The plan may discriminate
Who benefits most from a defined contribution plan?
Younger employees
Your customer retired two years ago at age 70. He recently took a job with a retailer greeting customers. He would like to contribute to a retirement plan to accumulate additional money with the view to leave something to his grandchildren. You would most likely advise him to open
a Roth IRA.
All of the following are true of Roth IRAs except
distributions are required after reaching 72.
Required minimum distributions (RMDs) for IRAs must begin by
the year after the participant turns 72.
Each of the following investments and practices are deemed ineligible for an IRA or any other retirement plan except
variable annuities
A 72-year-old customer has a $30,000 required minimum distribution (RMD) calculated to be taken from an IRA. If the customer is in the 20% income tax bracket and only withdraws $25,000 from the account, how much in taxes and penalties will be owed?
$8,500 **Failure to meet the required minimum distribution (RMD) results in a 50% penalty tax on the shortfall. In this case, taking only $25,000 when $30,000 should have been taken leaves $5,000 exposed to the 50% penalty tax. $5,000 × 50% equals $2,500. Note that the IRS will force the distribution of the RMD shortfall ($5,000). In addition to the penalty, the ordinary income tax on the amount withdrawn must also be paid (20% × $30,000 = $6,000). Total tax liability on this withdrawal equals $8,500 ($2,500 penalty tax plus $6,000 ordinary income tax).
All of the following are true of Roth IRAs except
Contributions may be deductible depending on income limits
In a defined benefit plan I. the benefit amount is fixed. II. the benefit amount is variable. III. the contribution amount is fixed. IV. the contribution amount can vary.
I. the benefit amount is fixed. AND IV. the contribution amount can vary.
In a defined contribution plan I. the benefit amount is fixed. II. the benefit amount is variable. III. the contribution amount is fixed. IV. the contribution amount can vary.

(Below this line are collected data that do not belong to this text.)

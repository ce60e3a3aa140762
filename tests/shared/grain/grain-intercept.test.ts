import fc from 'fast-check'
import { describe, expect, it } from 'vitest'
import { grainIntercept } from '../../../shared/grain/grain-intercept.ts'
import { grainSizeNumber } from '../../../shared/grain/grain-size-number.ts'

const parameters = { standard: 'ASTM E112' }
const run = (readings: unknown, more: Record<string, unknown> = {}) => grainIntercept.evaluate({ parameters, readings, ...more })
const fields = (...counts: number[]) => counts.map((intersections) => ({ lineLengthMm: 5, intersections }))
const keys = (readings: unknown) => run(readings).results.map((result) => result.key)
const codes = (readings: unknown) => run(readings).checks.map((check) => check.code)

describe('grain size by intercept', () => {
  it('falls by two when the intercept doubles', () => {
    fc.assert(fc.property(fc.double({ min: 1e-3, max: 1e5, noNaN: true }), fc.constantFrom('ASTM E112' as const, 'ISO 643' as const), (perMm, standard) => {
      expect(grainSizeNumber(perMm, standard) - grainSizeNumber(perMm / 2, standard)).toBeCloseTo(2, 9)
    }))
    expect(() => grainSizeNumber(0, 'ISO 643')).toThrow(RangeError)
  })
  it('pools fields of unlike length', () => {
    const [perMm, intercept] = run([{ lineLengthMm: 2, intersections: 30 }, { lineLengthMm: 8, intersections: 150 }, { lineLengthMm: 5, intersections: 60 }]).results
    expect(perMm?.value).toBe(240 / 15)
    expect(intercept?.value).toBe(15 / 240)
  })
  it('does not mind the order of the fields', () => {
    fc.assert(fc.property(fc.array(fc.integer({ min: 20, max: 300 }), { minLength: 2, maxLength: 8 }), (halves) => {
      const counts = halves.map((value) => value / 2)
      const back = run(fields(...[...counts].reverse())).results
      run(fields(...counts)).results.forEach((result, i) => expect(back[i]?.value).toBeCloseTo(result.value, 9))
    }))
  })
  it('gives five results, three for a single field', () => {
    expect(keys(fields(80, 85, 90))).toEqual(['interceptsPerMm', 'meanIntercept', 'grainSize', 'confidence95', 'relativeAccuracy'])
    expect(keys(fields(80))).toEqual(['interceptsPerMm', 'meanIntercept', 'grainSize'])
  })
  it('leaves out a confidence wider than the mean', () => {
    expect(keys(fields(1, 200))).toEqual(['interceptsPerMm', 'meanIntercept', 'grainSize', 'relativeAccuracy'])
  })
  it('reports G to 0.1 and says how', () => {
    const results = run(fields(87, 87, 87.5)).results
    expect(results[2]?.reported).toBe('G 5.0')
    for (const result of results) expect(result.derivation.at(-1)?.reported).toBe(result.reported)
  })
  it('checks fields and counts on both sides of their limits', () => {
    expect(codes(fields(25, 25))).toEqual(['too-few-fields'])
    expect(codes(fields(17, 16, 17))).toEqual([])
    expect(codes(fields(16.5, 16.5, 16.5))).toEqual(['too-few-counts'])
    expect(codes(fields(10))).toEqual(['too-few-fields', 'too-few-counts'])
    expect(codes(fields(100.3, 100, 100))).toEqual(['count-in-halves'])
  })
  it('has no answer where nothing was counted', () => {
    expect(() => run(fields(0, 0, 0))).toThrow(RangeError)
  })
  it('adds the scatter between fields to the uncertainty of G', () => {
    const size = run(fields(87, 90, 80), { uncertainty: { components: [{ name: 'line length', standardUncertainty: 0.05 }] } }).results[2]!
    // closed form: u = 2/ln 2 × s/(√n mean)
    const spread = (2 / Math.LN2) * (5.131601439446884 / Math.sqrt(3) / (257 / 3))
    expect(size.expandedUncertainty! / size.coverageFactor!).toBeCloseTo(Math.hypot(0.05, spread), 10)
  })
  it.each([
    ['no fields', []], ['both counts', [{ lineLengthMm: 1, intersections: 1, intercepts: 1 }]], ['no count', [{ lineLengthMm: 1 }]],
    ['mixed counts', [{ lineLengthMm: 1, intersections: 1 }, { lineLengthMm: 1, intercepts: 1 }]], ['a negative count', fields(-1)], ['no length', [{ lineLengthMm: 0, intersections: 5 }]], ['an unknown key', [{ lineLengthMm: 1, intersections: 5, length: 4 }]],
  ])('refuses %s', (_, readings) => {
    expect(() => run(readings)).toThrow(expect.objectContaining({ name: 'ZodError' }))
  })
  it('speaks of the lab\'s own safety sheet and of dry picric acid', () => {
    const text = grainIntercept.cautions(parameters).join('\n')
    expect(text).toContain('safety sheet')
    expect(text).toContain('picric acid is explosive when dry')
    expect(text).toContain('fume hood')
  })
  it('plans five steps and refuses a section too small', () => {
    expect(grainIntercept.needs(parameters).map((step) => step.kind)).toEqual(['section', 'mount', 'grind and polish', 'etch', 'measure'])
    expect(grainIntercept.misfits(parameters, { form: 'wire', diameterMm: 0.3 })).toHaveLength(1)
    expect(grainIntercept.misfits(parameters, { form: 'bar', diameterMm: 30 })).toEqual([])
    expect(grainIntercept.label(parameters)).toBe('Grain size, intercept')
    expect(grainIntercept.report({ parameters, readings: fields(87, 90, 80), results: [] })[1]).toContain('3 fields')
  })
})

II. the benefit amount is variable. AND III. the contribution amount is fixed.
Which of the following retirement plans does not require minimum distributions once the participant has reached age 72?
Roth IRA
Your client retired from his job three years ago and placed all of the proceeds of his 401(k) distribution into a rollover IRA at his local bank. If the client wishes to transfer the funds to an IRA at your broker-dealer, which of the following statements would be true?
There is no limit to the number of transfers per year between custodians.
Who is responsible for meeting the desired returns on a defined contribution plan?
employee
All of the following are benefits of a traditional IRA except
no penalty is charged for failing to withdraw funds after age 72.
Who benefits most from a defined benefit plan?
older employees
Distributions from IRAs are taxed at.
ordinary income tax rates on the full amount of the distribution.